I already tried allthewhey, and their products are good, but I my last order which I placed a month and a half ago has not even been shipped. 

Any suggestions are greatly appreciated.


----------



## DOMS (May 30, 2010)

It's been a while since I purchased there, but bulknutrition.com was pretty good.  Now I use GNC.  They sell Muscle Milk for $25 per 2.47 pounds.  Get the gold card (you save 20% on your first purchase and the first week of every month).  You can usually find whey on discount (getting near the expiration date) and they'll add the 20% saving to that.


----------



## danzik17 (May 30, 2010)

I have to agree with the ATW thing.  It took a while for my order to ship and honestly this last batch tastes like shit.  It usually came out tasting like a thick milkshake - this batch tastes like water with a hint of chocolate.  It's pretty disgusting - barely using it anymore.  I even noticed it just in the consistency of the powder in the jug...it's different than normal.  This is on BOTH jugs that I ordered mind you. (10lbs)

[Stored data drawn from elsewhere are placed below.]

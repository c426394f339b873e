/**
 * Tensor forms of χ(N), N = 2…5 (rank N+1), SOLVED as the invariant subspace of a point group:
 * the null space of (g·T − T) over the generators g, within the parameter space fixed by the
 * permutation symmetry. Nothing is typed in by hand. Frame: crystal Cartesian frame, standard
 * setting of `data/generators.ts`. Units: the basis is dimensionless (one unit per independent
 * parameter); for χ(2) the parameters are read as d-coefficients (d = χ(2)/2).
 */
import type { Mat3 } from './linalg'
import { nullSpace, rref } from './linalg'
import type { ParameterSpace, PermutationSymmetry } from './tensor-space'
import { expandParameters, parameterSpace, transformTensor } from './tensor-space'
import { getPointGroup } from './point-groups'
import { EngineError } from './errors'
import { BoundedCache } from './bounded-cache'

/** Lowest supported nonlinear order N (χ(2), rank 3). */
export const MIN_ORDER = 2
/** Highest supported nonlinear order N (χ(5), rank 6). */
export const MAX_ORDER = 5

/** The solved form of χ(N) for one point group. */
export interface TensorForm {
  pointGroup: string
  order: number
  rank: number
  symmetry: PermutationSymmetry
  space: ParameterSpace
  /** Canonical basis (reduced row echelon form) in parameter coordinates: one row per independent parameter. */
  basis: readonly (readonly number[])[]
  /** The same basis as full Cartesian tensors. */
  tensors: readonly Float64Array[]
  /** Parameter index of the leading (pivot) entry of each basis vector; it names the independent parameter. */
  pivots: readonly number[]
  /** Number of independent parameters (dimension of the invariant subspace). */
  independentCount: number
  /** Number of non-zero elements of the full tensor (all 3^(N+1) index combinations) for a generic member. */
  nonZeroCount: number
}

/** Options of {@link solveTensorForm}. */
export interface TensorFormOptions {
  /** Permutation symmetry imposed before the point group; default `intrinsic`. */
  symmetry?: PermutationSymmetry
}

/** Throws OUT_OF_RANGE unless `order` is an integer in 2…5. */
export function assertOrder(order: unknown, field = 'order'): asserts order is number {
  if (typeof order !== 'number' || !Number.isInteger(order) || order < MIN_ORDER || order > MAX_ORDER)
    throw new EngineError({
      code: 'OUT_OF_RANGE',
      field,
      value: order,
      allowed: [2, 3, 4, 5],
      message: `order must be an integer from ${MIN_ORDER} to ${MAX_ORDER} (χ(N), N = 2 for SHG), got ${JSON.stringify(order)}`,
    })
}

/**
 * Solve the invariant subspace of a rank-`rank` tensor for arbitrary generator matrices.
 * Constraint rows: for each generator g and each parameter p, (g·E_p − E_p) restricted to one
 * representative index per orbit (the difference keeps the permutation symmetry).
 */
export function solveInvariantSubspace(
  generators: readonly Mat3[],
  rank: number,
  symmetry: PermutationSymmetry,
): Omit<TensorForm, 'pointGroup' | 'order'> {
  const space = parameterSpace(rank, symmetry)
  const P = space.orbits.length
  const reps = space.orbits.map((o) => o[0])
  const rows: number[][] = []
  for (const g of generators) {
    const columns = space.orbits.map((_, p) => {
      const unit = new Array<number>(P).fill(0)
      unit[p] = 1
      const e = expandParameters(space, unit)
      const ge = transformTensor(e, rank, g)
      return reps.map((f) => ge[f] - e[f])
    })
    for (let r = 0; r < P; r++) rows.push(columns.map((c) => c[r]))
  }
  const raw = nullSpace(rows, P)
  const { rows: basis, pivots } = rref(raw, P)
  const clean = basis.map((v) => v.map(snap))
  const tensors = clean.map((v) => expandParameters(space, v))
  let nonZeroCount = 0
  space.orbits.forEach((o, p) => {
    if (clean.some((v) => v[p] !== 0)) nonZeroCount += o.length
  })
  return {
    rank,
    symmetry,
    space: copySpace(space),
    basis: clean,
    tensors,
    pivots,
    independentCount: clean.length,
    nonZeroCount,
  }
}

/** A caller's own copy of a parameter space (its index table is a typed array, which cannot be frozen). */
function copySpace(space: ParameterSpace): ParameterSpace {
  return { ...space, parameterOf: space.parameterOf.slice() }
}

/** Snap round-off: values within 1e-10 of an integer or of ±1/2 multiples become exact. */
function snap(v: number): number {
  if (Math.abs(v) < 1e-10) return 0
  const twice = Math.round(2 * v)
  return Math.abs(2 * v - twice) < 1e-10 ? twice / 2 : v
}

/** Solved forms per (group, order, symmetry): at most 34 groups × 4 orders × 3 modes are ever asked for. */
const formCache = new BoundedCache<string, TensorForm>(512)

/**
 * The χ(N) form of a point group (32 classes in standard settings, or the limiting groups `∞m`,
 * `∞∞m`), solved from the generators; cached per (group, order, symmetry). Each call answers the
 * caller's own copy.
 * @param pointGroup Hermann–Mauguin symbol (crystal frame, IEEE Std 176 settings).
 * @param order N = 2…5.
 */
export function solveTensorForm(pointGroup: string, order: number, options: TensorFormOptions = {}): TensorForm {
  const form = cachedTensorForm(pointGroup, order, options)
  return { ...form, space: copySpace(form.space), tensors: form.tensors.map((t) => t.slice()) }
}

/**
 * {@link solveTensorForm} as kept in the cache, shared by every caller inside the engine: frozen,
 * except the typed arrays (`tensors`, `space.parameterOf`), which engine code only reads.
 */
export function cachedTensorForm(pointGroup: string, order: number, options: TensorFormOptions = {}): TensorForm {
  assertOrder(order)
  const symmetry = options.symmetry ?? 'intrinsic'
  const group = getPointGroup(pointGroup)
  return formCache.getOrSet(`${group.symbol}|${order}|${symmetry}`, () => {
    const solved = solveInvariantSubspace(group.generators, order + 1, symmetry)
    return Object.freeze({
      pointGroup: group.symbol,
      order,
      ...solved,
      space: Object.freeze(solved.space),
      basis: Object.freeze(solved.basis.map((row) => Object.freeze(row))),
      tensors: Object.freeze(solved.tensors),
      pivots: Object.freeze(solved.pivots),
    })
  })
}

/** Empty the tensor-form cache (benchmarks measure cold solves with it). */
export function clearTensorFormCache(): void {
  formCache.clear()
}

Think I'll be getting ON whey in the future unless they clean up whatever the hell is going on.


----------



## PushAndPull (May 30, 2010)

Yeah,I currently use Costco (Muscle Milk, 6lbs for $30) probably going to order some bulk aminos from The Best Bodybuilding Supplements & Fat Burners, including Muscle Milk & Lipo 6 - NutraPlanet


----------



## Marat (May 30, 2010)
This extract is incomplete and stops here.